_Exercise_
Print out every entry, keeping each line identical to the original.

_Material shown_

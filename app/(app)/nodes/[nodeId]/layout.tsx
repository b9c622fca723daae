import type { ReactNode } from 'react';
import { loadNodePage } from './load-node';

/** Checks the node exists (for this organization) before the pages below stream. */
export default async function NodeLayout({ children, params }: { children: ReactNode; params: Promise<{ nodeId: string }> }) {
  await loadNodePage((await params).nodeId);
  return children;
}
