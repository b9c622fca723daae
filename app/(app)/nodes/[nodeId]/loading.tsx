/** While the server reads the node: the page's frame, quietly pulsing. */
export default function NodeLoading() {
  return (
    <div aria-busy="true" aria-label="Loading the node" className="animate-pulse">
      <div className="h-3 w-32 rounded bg-dusk-800" />
      <div className="mt-3 h-7 w-56 rounded bg-dusk-800" />
      <div className="mt-5 h-9 w-full max-w-md rounded bg-dusk-900" />
      <div className="mt-5 grid grid-cols-2 gap-2 sm:grid-cols-3 lg:grid-cols-4">
        {Array.from({ length: 8 }, (_, i) => <div key={i} className="h-20 rounded-lg bg-dusk-900" />)}
      </div>
      <div className="mt-8 h-64 rounded-lg bg-dusk-900" />
    </div>
  );
}
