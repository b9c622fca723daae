export default function AlertsLoadingPage() {
  return (
    <section aria-busy="true">
      <h1 className="text-2xl font-bold">Alerts</h1>
      <p className="mt-4 text-ink-muted" role="status">Loading the alerts…</p>
      <div className="mt-4 flex flex-col gap-3" aria-hidden="true">
        {[0, 1, 2].map((i) => <div key={i} className="h-40 animate-pulse rounded-xl bg-dusk-900" />)}
      </div>
    </section>
  );
}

_Reply_
filename app/(app)/nodes/[nodeId]/layout.tsx
repository b9c622fca723daae
import type { ReactNode } from 'react';
import { loadNodePage } from './load-node';

/** Checks the node exists (for this organization) before the pages below stream. */
export default async function NodeLayout({ children, params }: { children: ReactNode; params: Promise<{ nodeId: string }> }) {
  await loadNodePage((await params).nodeId);
  return children;
}
repository b9c622fca723daae
filename app/(app)/nodes/[nodeId]/loading.tsx
/** While the server reads the node: the page's frame, quietly pulsing. */
export default function NodeLoading() {
  return (
    <div aria-busy="true" aria-label="Loading the node" className="animate-pulse">
      <div className="h-3 w-32 rounded bg-dusk-800" />
      <div className="mt-3 h-7 w-56 rounded bg-dusk-800" />
      <div className="mt-5 h-9 w-full max-w-md rounded bg-dusk-900" />
      <div className="mt-5 grid grid-cols-2 gap-2 sm:grid-cols-3 lg:grid-cols-4">
        {Array.from({ length: 8 }, (_, i) => <div key={i} className="h-20 rounded-lg bg-dusk-900" />)}
      </div>
      <div className="mt-8 h-64 rounded-lg bg-dusk-900" />
    </div>
  );
}
repository b9c622fca723daae
export default function AlertsLoadingPage() {
  return (
    <section aria-busy="true">
      <h1 className="text-2xl font-bold">Alerts</h1>
      <p className="mt-4 text-ink-muted" role="status">Loading the alerts…</p>
      <div className="mt-4 flex flex-col gap-3" aria-hidden="true">
        {[0, 1, 2].map((i) => <div key={i} className="h-40 animate-pulse rounded-xl bg-dusk-900" />)}
      </div>
    </section>
  );
}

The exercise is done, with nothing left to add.